> WORK INSTRUCTIONS: In the records below, find the line that contains "class is null." and the line that contains "if (typeof rule", then retype exactly those two lines and every line between them.

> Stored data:
- - - -

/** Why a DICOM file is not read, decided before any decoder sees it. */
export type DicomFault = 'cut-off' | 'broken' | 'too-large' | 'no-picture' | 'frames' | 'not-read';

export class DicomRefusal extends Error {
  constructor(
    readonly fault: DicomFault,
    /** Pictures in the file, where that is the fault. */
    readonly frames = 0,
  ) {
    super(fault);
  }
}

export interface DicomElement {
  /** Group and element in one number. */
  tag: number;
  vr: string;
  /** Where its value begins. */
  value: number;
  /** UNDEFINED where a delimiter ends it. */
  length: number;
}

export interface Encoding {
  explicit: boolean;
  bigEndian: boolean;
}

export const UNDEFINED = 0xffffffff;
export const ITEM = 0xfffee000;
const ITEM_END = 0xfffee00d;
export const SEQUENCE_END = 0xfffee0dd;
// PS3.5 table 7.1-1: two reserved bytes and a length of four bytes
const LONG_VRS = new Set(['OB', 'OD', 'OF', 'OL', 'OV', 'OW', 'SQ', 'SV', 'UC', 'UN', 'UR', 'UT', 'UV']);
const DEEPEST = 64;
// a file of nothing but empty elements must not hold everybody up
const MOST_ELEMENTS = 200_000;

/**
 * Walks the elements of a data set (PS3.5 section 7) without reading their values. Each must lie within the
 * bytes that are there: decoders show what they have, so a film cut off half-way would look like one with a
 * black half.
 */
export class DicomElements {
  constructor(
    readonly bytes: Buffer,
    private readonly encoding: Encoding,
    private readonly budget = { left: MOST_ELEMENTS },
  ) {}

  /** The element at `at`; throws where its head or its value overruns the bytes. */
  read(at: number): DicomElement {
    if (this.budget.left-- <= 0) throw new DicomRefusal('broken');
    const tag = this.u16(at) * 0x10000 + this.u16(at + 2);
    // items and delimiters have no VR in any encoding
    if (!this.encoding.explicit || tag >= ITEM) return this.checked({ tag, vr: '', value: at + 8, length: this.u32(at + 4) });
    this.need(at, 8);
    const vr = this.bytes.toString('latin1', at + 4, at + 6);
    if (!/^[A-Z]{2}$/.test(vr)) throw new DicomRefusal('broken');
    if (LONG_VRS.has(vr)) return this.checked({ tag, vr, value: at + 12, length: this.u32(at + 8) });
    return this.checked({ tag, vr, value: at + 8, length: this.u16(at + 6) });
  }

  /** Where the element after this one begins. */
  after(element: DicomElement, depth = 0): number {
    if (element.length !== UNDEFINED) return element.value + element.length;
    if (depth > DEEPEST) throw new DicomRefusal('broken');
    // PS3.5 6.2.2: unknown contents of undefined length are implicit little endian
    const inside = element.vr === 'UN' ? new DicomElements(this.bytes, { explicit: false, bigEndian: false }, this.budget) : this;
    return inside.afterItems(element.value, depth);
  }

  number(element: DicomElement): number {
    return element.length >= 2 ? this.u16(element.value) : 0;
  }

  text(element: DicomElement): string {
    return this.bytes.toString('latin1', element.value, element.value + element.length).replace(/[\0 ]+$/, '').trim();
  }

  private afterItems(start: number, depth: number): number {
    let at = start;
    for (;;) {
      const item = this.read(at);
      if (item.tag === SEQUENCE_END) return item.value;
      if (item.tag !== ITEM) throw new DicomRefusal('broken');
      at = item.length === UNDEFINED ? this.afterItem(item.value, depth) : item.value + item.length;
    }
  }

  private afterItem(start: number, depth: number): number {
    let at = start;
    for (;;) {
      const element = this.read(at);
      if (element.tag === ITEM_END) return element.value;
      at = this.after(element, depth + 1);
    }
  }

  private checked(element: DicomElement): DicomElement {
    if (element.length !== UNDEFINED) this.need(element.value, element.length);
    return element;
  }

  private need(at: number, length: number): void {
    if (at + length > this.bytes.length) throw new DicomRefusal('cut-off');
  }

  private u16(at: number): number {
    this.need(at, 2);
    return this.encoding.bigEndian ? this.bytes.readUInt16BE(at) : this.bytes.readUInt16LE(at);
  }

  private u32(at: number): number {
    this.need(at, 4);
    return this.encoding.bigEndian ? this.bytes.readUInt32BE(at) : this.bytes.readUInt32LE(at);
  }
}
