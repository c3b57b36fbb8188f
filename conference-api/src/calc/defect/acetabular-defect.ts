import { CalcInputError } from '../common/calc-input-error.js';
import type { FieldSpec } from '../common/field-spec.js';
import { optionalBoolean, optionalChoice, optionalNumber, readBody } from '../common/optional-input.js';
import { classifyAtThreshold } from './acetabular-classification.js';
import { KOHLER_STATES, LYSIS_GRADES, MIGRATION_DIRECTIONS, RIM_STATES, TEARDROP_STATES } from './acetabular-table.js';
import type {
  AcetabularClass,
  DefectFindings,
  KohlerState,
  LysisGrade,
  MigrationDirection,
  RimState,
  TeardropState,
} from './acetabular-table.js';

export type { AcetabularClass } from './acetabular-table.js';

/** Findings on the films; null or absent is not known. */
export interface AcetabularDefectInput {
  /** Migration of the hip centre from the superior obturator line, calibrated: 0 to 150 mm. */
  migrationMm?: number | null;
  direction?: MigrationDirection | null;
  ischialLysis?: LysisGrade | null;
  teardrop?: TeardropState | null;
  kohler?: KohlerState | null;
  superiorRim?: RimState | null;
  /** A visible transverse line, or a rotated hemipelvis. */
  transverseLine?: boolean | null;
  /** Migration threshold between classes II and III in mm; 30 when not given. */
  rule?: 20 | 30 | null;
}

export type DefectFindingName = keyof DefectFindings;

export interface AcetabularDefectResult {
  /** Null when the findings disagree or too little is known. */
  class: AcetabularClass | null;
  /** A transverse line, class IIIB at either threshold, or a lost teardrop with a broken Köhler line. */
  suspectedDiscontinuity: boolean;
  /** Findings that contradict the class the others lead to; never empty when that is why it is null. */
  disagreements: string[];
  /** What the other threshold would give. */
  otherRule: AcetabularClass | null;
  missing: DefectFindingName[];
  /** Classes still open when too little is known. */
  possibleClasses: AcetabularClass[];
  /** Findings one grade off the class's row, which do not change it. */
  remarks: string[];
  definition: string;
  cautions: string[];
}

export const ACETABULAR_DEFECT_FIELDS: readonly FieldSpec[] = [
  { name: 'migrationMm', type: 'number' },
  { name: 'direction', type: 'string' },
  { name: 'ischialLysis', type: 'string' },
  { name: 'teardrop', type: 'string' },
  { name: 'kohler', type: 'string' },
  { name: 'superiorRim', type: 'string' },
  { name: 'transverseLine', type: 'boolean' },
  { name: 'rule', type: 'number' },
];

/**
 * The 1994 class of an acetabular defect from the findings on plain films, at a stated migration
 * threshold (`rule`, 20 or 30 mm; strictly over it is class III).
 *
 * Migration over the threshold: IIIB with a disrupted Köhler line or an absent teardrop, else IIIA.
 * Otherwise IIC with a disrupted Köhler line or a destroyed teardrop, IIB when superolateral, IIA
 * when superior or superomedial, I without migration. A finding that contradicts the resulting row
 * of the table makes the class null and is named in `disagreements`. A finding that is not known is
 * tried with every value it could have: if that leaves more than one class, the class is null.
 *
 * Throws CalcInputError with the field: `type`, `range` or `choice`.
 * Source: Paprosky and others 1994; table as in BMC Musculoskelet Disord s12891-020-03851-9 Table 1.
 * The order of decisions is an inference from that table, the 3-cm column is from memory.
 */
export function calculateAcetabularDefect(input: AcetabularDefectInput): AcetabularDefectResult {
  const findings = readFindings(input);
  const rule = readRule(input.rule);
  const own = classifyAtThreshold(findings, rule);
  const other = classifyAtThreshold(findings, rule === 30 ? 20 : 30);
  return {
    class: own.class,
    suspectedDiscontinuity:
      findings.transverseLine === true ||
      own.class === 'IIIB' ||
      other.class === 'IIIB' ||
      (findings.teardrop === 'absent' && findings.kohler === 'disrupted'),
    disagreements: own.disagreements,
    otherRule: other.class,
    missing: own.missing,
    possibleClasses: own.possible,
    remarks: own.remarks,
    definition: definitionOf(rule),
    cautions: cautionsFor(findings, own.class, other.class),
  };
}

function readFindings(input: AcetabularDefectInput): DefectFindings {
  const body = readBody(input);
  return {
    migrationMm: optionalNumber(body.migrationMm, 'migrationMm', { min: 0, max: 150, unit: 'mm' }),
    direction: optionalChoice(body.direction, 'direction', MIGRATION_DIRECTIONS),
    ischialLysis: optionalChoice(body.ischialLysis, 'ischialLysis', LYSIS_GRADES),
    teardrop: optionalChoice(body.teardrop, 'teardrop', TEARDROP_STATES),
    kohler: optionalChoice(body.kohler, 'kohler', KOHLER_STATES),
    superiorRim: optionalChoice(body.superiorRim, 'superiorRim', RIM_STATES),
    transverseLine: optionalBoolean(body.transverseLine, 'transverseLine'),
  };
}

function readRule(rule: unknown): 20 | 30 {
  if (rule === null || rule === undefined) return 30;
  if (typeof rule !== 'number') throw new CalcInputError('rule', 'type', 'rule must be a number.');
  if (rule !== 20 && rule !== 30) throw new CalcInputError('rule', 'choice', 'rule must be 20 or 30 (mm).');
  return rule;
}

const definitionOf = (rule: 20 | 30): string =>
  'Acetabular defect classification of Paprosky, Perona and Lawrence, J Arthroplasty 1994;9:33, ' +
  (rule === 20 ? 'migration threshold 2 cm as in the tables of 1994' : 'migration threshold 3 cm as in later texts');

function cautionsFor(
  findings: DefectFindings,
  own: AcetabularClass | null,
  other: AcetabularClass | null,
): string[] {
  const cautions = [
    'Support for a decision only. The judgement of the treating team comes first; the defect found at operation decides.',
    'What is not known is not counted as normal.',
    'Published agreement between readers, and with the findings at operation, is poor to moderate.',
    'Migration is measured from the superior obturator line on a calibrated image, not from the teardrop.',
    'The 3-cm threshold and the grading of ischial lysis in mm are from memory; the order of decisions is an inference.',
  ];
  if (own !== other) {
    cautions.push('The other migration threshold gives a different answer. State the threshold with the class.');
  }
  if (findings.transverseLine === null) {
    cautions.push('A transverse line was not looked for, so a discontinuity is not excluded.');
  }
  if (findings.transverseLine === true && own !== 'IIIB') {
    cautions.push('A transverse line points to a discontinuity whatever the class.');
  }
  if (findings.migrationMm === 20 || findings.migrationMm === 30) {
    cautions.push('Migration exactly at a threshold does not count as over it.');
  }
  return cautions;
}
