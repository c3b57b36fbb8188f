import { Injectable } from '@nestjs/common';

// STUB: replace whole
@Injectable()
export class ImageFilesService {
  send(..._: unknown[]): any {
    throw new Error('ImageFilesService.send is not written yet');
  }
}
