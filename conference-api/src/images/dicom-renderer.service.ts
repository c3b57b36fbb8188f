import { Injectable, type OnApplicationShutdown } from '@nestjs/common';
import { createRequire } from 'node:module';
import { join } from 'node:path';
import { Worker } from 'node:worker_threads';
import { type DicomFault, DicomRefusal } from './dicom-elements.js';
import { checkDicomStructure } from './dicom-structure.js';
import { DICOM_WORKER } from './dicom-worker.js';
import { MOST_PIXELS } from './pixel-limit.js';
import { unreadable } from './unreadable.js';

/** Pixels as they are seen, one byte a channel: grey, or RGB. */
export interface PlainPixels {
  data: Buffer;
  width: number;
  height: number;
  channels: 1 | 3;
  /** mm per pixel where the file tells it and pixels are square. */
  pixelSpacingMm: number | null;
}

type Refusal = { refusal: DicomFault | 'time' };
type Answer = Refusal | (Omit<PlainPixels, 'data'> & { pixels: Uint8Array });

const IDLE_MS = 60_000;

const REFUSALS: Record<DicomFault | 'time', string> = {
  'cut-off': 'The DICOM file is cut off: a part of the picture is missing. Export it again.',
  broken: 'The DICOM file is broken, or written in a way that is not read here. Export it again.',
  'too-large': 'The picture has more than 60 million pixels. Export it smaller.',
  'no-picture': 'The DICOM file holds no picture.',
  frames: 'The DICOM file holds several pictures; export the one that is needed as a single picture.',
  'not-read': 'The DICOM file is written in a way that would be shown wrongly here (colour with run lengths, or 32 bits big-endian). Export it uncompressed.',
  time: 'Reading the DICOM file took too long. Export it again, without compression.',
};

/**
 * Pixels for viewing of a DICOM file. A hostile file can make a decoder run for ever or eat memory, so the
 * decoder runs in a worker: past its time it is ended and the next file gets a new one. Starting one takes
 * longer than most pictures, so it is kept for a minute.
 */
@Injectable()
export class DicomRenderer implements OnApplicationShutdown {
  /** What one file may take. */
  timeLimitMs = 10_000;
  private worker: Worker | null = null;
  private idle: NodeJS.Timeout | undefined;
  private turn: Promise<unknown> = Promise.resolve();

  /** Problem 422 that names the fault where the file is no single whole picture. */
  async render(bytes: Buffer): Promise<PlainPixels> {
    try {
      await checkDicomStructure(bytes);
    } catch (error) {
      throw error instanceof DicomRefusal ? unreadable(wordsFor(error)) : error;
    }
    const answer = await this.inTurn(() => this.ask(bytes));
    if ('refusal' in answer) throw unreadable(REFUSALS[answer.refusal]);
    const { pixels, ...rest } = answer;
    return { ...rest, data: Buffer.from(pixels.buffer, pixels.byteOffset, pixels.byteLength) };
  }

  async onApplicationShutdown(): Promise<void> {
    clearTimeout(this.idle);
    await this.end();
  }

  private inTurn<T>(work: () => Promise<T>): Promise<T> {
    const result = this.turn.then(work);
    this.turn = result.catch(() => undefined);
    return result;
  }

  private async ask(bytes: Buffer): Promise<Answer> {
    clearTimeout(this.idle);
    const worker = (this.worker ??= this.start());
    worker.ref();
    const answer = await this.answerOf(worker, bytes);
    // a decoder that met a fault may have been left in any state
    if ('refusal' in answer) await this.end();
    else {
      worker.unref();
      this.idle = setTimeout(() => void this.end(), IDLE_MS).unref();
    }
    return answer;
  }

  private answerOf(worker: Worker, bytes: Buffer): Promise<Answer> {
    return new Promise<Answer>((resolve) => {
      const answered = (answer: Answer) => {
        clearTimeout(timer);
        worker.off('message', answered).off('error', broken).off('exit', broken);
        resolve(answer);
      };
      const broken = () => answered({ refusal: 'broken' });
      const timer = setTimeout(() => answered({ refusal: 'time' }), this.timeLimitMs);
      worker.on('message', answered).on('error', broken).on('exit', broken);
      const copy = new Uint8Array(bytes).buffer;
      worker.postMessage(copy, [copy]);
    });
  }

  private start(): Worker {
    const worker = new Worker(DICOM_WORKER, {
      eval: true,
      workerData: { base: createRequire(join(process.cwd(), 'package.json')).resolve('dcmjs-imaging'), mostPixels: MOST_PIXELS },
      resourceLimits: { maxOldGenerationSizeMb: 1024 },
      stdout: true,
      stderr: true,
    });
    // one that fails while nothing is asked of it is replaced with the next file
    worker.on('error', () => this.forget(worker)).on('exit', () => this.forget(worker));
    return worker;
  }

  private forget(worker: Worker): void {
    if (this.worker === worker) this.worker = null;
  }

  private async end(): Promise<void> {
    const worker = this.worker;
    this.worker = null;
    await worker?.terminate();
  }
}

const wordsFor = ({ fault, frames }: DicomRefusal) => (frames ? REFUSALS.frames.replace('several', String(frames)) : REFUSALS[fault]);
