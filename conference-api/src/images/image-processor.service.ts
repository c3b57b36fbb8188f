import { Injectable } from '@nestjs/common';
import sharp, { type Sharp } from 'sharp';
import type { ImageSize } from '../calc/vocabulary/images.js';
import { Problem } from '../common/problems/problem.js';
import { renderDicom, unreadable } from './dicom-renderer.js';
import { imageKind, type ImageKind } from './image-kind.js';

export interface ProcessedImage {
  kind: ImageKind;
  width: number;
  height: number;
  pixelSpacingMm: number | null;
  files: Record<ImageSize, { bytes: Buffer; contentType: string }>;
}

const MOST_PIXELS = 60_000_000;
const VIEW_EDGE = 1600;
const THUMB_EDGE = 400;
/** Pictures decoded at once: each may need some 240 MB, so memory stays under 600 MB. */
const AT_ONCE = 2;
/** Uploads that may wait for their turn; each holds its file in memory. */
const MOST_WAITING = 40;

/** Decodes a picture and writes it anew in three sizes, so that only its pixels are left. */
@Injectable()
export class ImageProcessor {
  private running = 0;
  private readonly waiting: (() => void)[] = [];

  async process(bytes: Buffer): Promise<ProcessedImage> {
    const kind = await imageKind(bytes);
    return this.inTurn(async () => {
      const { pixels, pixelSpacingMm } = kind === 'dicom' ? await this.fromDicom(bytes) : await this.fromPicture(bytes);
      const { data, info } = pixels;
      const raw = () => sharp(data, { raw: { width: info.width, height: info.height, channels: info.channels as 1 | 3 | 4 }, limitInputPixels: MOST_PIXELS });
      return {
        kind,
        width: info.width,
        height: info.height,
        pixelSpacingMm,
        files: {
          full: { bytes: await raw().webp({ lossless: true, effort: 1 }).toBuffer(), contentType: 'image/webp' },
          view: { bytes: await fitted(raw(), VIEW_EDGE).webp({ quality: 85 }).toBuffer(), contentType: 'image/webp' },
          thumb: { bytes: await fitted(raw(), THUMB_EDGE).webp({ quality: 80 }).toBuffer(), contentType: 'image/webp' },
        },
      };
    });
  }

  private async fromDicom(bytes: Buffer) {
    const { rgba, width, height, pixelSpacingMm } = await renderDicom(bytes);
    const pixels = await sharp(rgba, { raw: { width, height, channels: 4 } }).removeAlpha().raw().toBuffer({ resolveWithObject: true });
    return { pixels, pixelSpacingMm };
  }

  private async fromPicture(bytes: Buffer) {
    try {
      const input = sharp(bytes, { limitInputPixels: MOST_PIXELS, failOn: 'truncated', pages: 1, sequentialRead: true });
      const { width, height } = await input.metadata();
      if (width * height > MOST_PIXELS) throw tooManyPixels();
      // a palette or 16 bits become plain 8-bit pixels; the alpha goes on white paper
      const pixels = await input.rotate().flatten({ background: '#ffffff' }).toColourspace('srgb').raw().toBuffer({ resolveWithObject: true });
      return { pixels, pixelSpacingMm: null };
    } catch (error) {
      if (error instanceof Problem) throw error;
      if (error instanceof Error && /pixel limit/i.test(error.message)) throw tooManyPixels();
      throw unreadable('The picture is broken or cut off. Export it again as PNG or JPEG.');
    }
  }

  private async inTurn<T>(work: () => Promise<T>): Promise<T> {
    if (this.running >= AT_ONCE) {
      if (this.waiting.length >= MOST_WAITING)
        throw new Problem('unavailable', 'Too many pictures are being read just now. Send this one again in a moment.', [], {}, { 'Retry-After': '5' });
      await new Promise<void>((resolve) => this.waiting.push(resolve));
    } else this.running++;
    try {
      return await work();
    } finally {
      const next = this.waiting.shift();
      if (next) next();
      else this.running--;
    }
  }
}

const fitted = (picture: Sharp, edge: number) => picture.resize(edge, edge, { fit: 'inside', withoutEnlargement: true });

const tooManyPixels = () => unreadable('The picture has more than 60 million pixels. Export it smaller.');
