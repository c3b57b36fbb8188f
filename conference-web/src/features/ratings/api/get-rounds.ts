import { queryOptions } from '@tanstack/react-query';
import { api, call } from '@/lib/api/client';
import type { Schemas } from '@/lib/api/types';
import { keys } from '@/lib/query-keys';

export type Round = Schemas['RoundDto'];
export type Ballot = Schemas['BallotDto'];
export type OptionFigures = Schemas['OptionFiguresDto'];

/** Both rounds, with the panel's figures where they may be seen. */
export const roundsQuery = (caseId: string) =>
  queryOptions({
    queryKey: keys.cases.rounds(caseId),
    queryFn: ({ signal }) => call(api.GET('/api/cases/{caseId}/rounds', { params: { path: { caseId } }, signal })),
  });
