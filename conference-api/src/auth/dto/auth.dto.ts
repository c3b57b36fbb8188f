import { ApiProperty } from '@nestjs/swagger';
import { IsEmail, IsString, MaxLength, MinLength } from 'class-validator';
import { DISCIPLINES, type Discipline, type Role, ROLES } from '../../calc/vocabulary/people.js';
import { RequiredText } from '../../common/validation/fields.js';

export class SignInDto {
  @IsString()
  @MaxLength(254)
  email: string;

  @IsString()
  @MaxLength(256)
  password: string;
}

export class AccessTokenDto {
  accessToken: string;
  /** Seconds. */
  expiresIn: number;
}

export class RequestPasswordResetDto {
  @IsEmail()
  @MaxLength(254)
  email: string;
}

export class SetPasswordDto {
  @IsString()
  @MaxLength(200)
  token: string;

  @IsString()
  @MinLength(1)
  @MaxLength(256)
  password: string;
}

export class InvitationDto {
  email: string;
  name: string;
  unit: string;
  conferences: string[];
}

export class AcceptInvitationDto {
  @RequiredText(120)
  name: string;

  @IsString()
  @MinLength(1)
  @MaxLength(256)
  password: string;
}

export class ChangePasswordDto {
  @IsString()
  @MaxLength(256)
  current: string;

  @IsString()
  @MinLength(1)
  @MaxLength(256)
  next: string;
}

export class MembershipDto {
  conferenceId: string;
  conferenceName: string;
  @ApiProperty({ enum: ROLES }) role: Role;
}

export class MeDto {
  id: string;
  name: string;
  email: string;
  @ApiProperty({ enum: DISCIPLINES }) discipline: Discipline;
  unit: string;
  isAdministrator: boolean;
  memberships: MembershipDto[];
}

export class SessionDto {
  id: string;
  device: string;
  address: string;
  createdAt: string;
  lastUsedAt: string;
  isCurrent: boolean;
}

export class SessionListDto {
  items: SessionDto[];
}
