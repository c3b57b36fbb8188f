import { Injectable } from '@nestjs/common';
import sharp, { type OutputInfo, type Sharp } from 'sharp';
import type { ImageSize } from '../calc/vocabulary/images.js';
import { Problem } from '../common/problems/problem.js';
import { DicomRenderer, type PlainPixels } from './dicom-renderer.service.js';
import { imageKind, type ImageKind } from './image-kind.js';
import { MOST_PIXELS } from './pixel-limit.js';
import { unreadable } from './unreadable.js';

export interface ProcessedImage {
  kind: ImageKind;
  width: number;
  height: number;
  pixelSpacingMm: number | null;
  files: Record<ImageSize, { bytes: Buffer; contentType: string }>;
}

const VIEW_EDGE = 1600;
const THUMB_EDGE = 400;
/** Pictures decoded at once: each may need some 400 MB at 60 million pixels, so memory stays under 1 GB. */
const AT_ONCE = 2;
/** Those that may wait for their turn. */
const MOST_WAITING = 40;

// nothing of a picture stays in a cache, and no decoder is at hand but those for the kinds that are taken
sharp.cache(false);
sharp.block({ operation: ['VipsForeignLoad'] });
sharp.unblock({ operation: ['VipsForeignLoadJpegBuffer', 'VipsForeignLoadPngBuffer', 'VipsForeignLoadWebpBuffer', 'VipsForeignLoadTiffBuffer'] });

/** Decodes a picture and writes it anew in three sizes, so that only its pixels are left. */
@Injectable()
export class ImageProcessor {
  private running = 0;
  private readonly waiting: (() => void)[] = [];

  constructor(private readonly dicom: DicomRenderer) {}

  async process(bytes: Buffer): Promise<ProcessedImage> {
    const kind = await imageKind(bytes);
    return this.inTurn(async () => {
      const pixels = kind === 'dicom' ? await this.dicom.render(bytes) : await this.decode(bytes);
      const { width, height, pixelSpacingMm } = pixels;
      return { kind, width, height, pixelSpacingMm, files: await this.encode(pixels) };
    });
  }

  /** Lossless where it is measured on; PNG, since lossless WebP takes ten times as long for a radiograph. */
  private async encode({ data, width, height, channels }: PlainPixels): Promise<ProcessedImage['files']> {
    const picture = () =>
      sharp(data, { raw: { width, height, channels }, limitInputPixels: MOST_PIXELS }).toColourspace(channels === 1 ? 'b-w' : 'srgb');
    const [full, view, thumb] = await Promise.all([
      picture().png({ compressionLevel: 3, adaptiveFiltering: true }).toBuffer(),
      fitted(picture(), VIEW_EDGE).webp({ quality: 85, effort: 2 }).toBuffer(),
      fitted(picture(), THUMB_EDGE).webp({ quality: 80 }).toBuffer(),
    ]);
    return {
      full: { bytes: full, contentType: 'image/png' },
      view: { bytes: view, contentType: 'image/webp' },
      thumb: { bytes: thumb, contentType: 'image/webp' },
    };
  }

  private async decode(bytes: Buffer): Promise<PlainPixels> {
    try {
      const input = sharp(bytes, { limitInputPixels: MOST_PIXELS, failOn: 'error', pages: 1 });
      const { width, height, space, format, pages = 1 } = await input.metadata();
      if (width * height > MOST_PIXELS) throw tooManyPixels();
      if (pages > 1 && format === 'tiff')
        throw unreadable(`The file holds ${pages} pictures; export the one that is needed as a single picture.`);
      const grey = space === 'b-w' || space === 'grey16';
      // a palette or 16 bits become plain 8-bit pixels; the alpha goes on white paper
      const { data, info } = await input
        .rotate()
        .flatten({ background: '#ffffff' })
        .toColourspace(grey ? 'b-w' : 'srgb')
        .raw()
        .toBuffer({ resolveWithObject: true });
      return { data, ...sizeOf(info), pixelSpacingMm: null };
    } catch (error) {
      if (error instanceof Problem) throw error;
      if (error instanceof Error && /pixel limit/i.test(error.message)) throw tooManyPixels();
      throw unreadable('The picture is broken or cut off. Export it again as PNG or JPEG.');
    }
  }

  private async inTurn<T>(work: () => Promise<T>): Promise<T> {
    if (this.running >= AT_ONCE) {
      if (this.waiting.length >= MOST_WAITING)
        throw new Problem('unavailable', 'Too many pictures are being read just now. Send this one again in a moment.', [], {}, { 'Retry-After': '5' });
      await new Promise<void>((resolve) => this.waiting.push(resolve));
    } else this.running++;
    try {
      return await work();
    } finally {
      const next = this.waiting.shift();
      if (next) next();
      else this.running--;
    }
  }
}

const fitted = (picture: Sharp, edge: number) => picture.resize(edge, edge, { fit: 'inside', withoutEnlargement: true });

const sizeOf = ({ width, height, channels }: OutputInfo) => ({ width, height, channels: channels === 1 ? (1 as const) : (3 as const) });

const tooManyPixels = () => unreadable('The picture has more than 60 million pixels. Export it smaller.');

- - - -

> RESULT BELOW:
 * tried with every value it could have: if that leaves more than one class, the class is null.
 *
 * Throws CalcInputError with the field: `type`, `range` or `choice`.
 * Source: Paprosky and others 1994; table as in BMC Musculoskelet Disord s12891-020-03851-9 Table 1.
 * The order of decisions is an inference from that table, the 3-cm column is from memory.
 */
export function calculateAcetabularDefect(input: AcetabularDefectInput): AcetabularDefectResult {
  const findings = readFindings(input);
  const rule = readRule(input.rule);
  const own = classifyAtThreshold(findings, rule);
  const other = classifyAtThreshold(findings, rule === 30 ? 20 : 30);
  return {
    class: own.class,
    suspectedDiscontinuity:
      findings.transverseLine === true ||
      own.class === 'IIIB' ||
      other.class === 'IIIB' ||
      (findings.teardrop === 'absent' && findings.kohler === 'disrupted'),
    disagreements: own.disagreements,
    otherRule: other.class,
    missing: own.missing,
    possibleClasses: own.possible,
    remarks: own.remarks,
    definition: definitionOf(rule),
    cautions: cautionsFor(findings, own.class, other.class),
  };
}

function readFindings(input: AcetabularDefectInput): DefectFindings {
  const body = readBody(input);
  return {
    migrationMm: optionalNumber(body.migrationMm, 'migrationMm', { min: 0, max: 150, unit: 'mm' }),
    direction: optionalChoice(body.direction, 'direction', MIGRATION_DIRECTIONS),
    ischialLysis: optionalChoice(body.ischialLysis, 'ischialLysis', LYSIS_GRADES),
    teardrop: optionalChoice(body.teardrop, 'teardrop', TEARDROP_STATES),
    kohler: optionalChoice(body.kohler, 'kohler', KOHLER_STATES),
    superiorRim: optionalChoice(body.superiorRim, 'superiorRim', RIM_STATES),
    transverseLine: optionalBoolean(body.transverseLine, 'transverseLine'),
  };
}

function readRule(rule: unknown): 20 | 30 {
  if (rule === null || rule === undefined) return 30;
  if (typeof rule !== 'number') throw new CalcInputError('rule', 'type', 'rule must be a number.');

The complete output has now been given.